Left Shift as Multiply by 2
Learn how left shifting (<<) a number by N positions multiplies it by 2^N. Understand overflow behavior and when shifts outperform multiplication.
Detailed Explanation
Left Shift (<<) as Multiplication
Shifting a binary number left by one position is equivalent to multiplying by 2. Shifting left by N positions multiplies by 2^N.
How It Works
5 = 00000101
5 << 1 = 00001010 (10, which is 5 * 2)
5 << 2 = 00010100 (20, which is 5 * 4)
5 << 3 = 00101000 (40, which is 5 * 8)
Each shift inserts a 0 on the right and moves all bits one position to the left.

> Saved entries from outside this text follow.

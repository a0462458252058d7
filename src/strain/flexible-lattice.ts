/**
 * Periodic flexes with a flexible lattice: the cell may change shape while it moves.
 *
 * The cell is the unit cell (cells 1×1) or an N1×N2 periodic supercell, with lattice
 * L = [A1 A2] (A1 = N1·a1, A2 = N2·a2 as columns). Unknowns: the velocity u_k of every joint of
 * the cell and the lattice velocity L̇ (d² = 4 numbers, the columns Ȧ1, Ȧ2). A bar a→b whose far
 * end lies w = (w1, w2) cells away has p = x_b + L·w − x_a and the row
 *     p · (u_b − u_a + L̇·w) = 0.
 * The columns are the 2 per joint, then Ȧ1x, Ȧ1y, Ȧ2x, Ȧ2y. Its kernel holds the fixed-lattice
 * periodic flexes (L̇ = 0) and flexes that strain the cell. Trivial: the two translations and
 * the rotation of the whole (u_k = Ω x_k with L̇ = Ω L, Ω antisymmetric).
 *
 * The macroscopic strain of a flex is ε = sym(L̇ L⁻¹); it vanishes on the trivial flexes. The
 * strain space (the image of the kernel under ε) does not depend on the basis of the kernel, the
 * lattice basis or the origin. Its orthonormal basis is given in the Frobenius inner product
 * ⟨A, B⟩ = Σ A_ij B_ij, in coordinates (ε11, ε22, √2·ε12). Its dimension is a rank decision on
 * the map ε restricted to the kernel, cut relative to the map's bound ‖L⁻¹‖₂ (‖ε‖_F ≤ ‖L⁻¹‖₂ for
 * a unit flex vector).
 *
 * Equivalently (a check, not used here): a strain is admissible exactly when it is orthogonal to
 * the macroscopic stress Σ_b ω_b p_b ⊗ p_b of every fixed-lattice periodic self-stress ω.
 */
import { Matrix, SingularValueDecomposition } from 'ml-matrix';
import { InputError } from '../errors.js';
import type { Framework, Vec2 } from '../framework/types.js';
import { checkFramework } from '../framework/validate.js';
import { MIN_RELATIVE_TOLERANCE, toleranceProblem } from '../flex/estimate.js';
import { checkDenseFits, DENSE_MEMORY_LIMIT, nullSpace, singularValues } from '../linalg/dense.js';
import { AMBIGUOUS_RATIO, certifyFromSingularValues, combineRankParts, decideRank, DEFAULT_RELATIVE_TOLERANCE, flagDecision, rankPartOf, svdBackwardError, type Gap, type RankDecision } from '../linalg/rank.js';
import { SparseBuilder, type SparseMatrix } from '../linalg/sparse.js';
import { parseBoundary } from '../supercell/boundary.js';
import { scaledBarVectors } from '../supercell/rigidity.js';
import { buildSupercell, checkCells, type Supercell } from '../supercell/supercell.js';
import { combine, dot, norm, orthonormalComplement, orthonormalise } from './subspace.js';

/** A symmetric 2×2 matrix as rows [[xx, xy], [xy, yy]]. */
export type Sym2 = [[number, number], [number, number]];

/** The inner product the strain basis is orthonormal in. */
export const STRAIN_INNER_PRODUCT = 'Frobenius: <A, B> = sum of A_ij·B_ij (coordinates eps11, eps22, sqrt(2)·eps12 are orthonormal)';

/**
 * A principal strain under this fraction of ‖ε‖_F counts as zero, and so does the deviatoric or
 * the volumetric part of ε (for `kind`). Far above the rounding of kernel vectors (~1e-12 for a
 * gap ratio of 1e4), far below any strain a design would have.
 */
export const STRAIN_ZERO = 1e-8;

export interface FlexibleLatticeOptions {
  /** The cell: 1×1 (the unit cell, default) or an N1×N2 periodic supercell. */
  cells?: [number, number];
  /** Relative rank tolerance (× σ_max), default 1e-9; also cuts the strain map (× ‖L⁻¹‖₂). */
  tolerance?: number;
}

export interface PrincipalStrains {
  /** The two principal strains, larger first. */
  values: [number, number];
  /** Unit principal directions, in the order of `values`. */
  directions: [Vec2, Vec2];
  /** Angle of the first direction from the x axis, in degrees, in (−90, 90]. */
  angleDegrees: number;
}

export interface StrainFlex {
  /** Macroscopic strain ε = sym(L̇ L⁻¹); unit Frobenius norm. */
  strain: Sym2;
  principal: PrincipalStrains;
  /** Both principal strains nonzero and of the same sign (the cell grows or shrinks in every direction). */
  auxetic: boolean;
  /** dilation: ε ∝ I; shear: trace 0; mixed: neither. */
  kind: 'dilation' | 'shear' | 'mixed';
  /**
   * A flex with exactly this strain: joint velocities (2 per joint of the cell, framework units
   * per unit strain), the one of least norm (orthogonal to every zero-strain flex, trivial ones included).
   */
  velocities: number[];
  /** Its lattice velocity [Ȧ1, Ȧ2] (framework units per unit strain). */
  latticeVelocity: [Vec2, Vec2];
}

export interface ZeroStrainFlex {
  /** Joint velocities (2 per joint of the cell); with latticeVelocity a unit vector orthogonal to the trivial flexes. */
  velocities: number[];
  /** Lattice velocity [Ȧ1, Ȧ2]: zero strain, so L̇ L⁻¹ is antisymmetric. */
  latticeVelocity: [Vec2, Vec2];
}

The mathematical result is multiplication by 2 for each shift position.
General Formula
A << N = A * (2^N)
Overflow and Width
If the shifted value exceeds the bit width, the high bits are lost. In 8-bit:
200 = 11001000
200 << 1 = 10010000 (144, not 400!)
This is equivalent to (A * 2^N) mod 2^width. Always check that your values won't overflow before using shift-based multiplication.
Performance
On most CPUs, a shift instruction takes 1 clock cycle regardless of the shift amount, while multiplication may take 3-5 cycles. Modern compilers automatically convert multiplications by powers of 2 into shifts, but in interpreted languages or hot loops, explicit shifts can measurably improve performance.
Creating Powers of 2
1 << N produces 2^N. This is the standard idiom for creating bitmasks:
const bit0 = 1 << 0; // 1
const bit7 = 1 << 7; // 128
const bit31 = 1 << 31; // -2147483648 (signed 32-bit)
Use Case
Embedded systems developers use left shifts for fast multiplication in time-critical interrupt service routines. For example, converting an ADC reading to millivolts might use `reading << 2` (multiply by 4) plus `reading` to approximate a multiply by 5, avoiding the overhead of a hardware multiplier on small microcontrollers that lack one.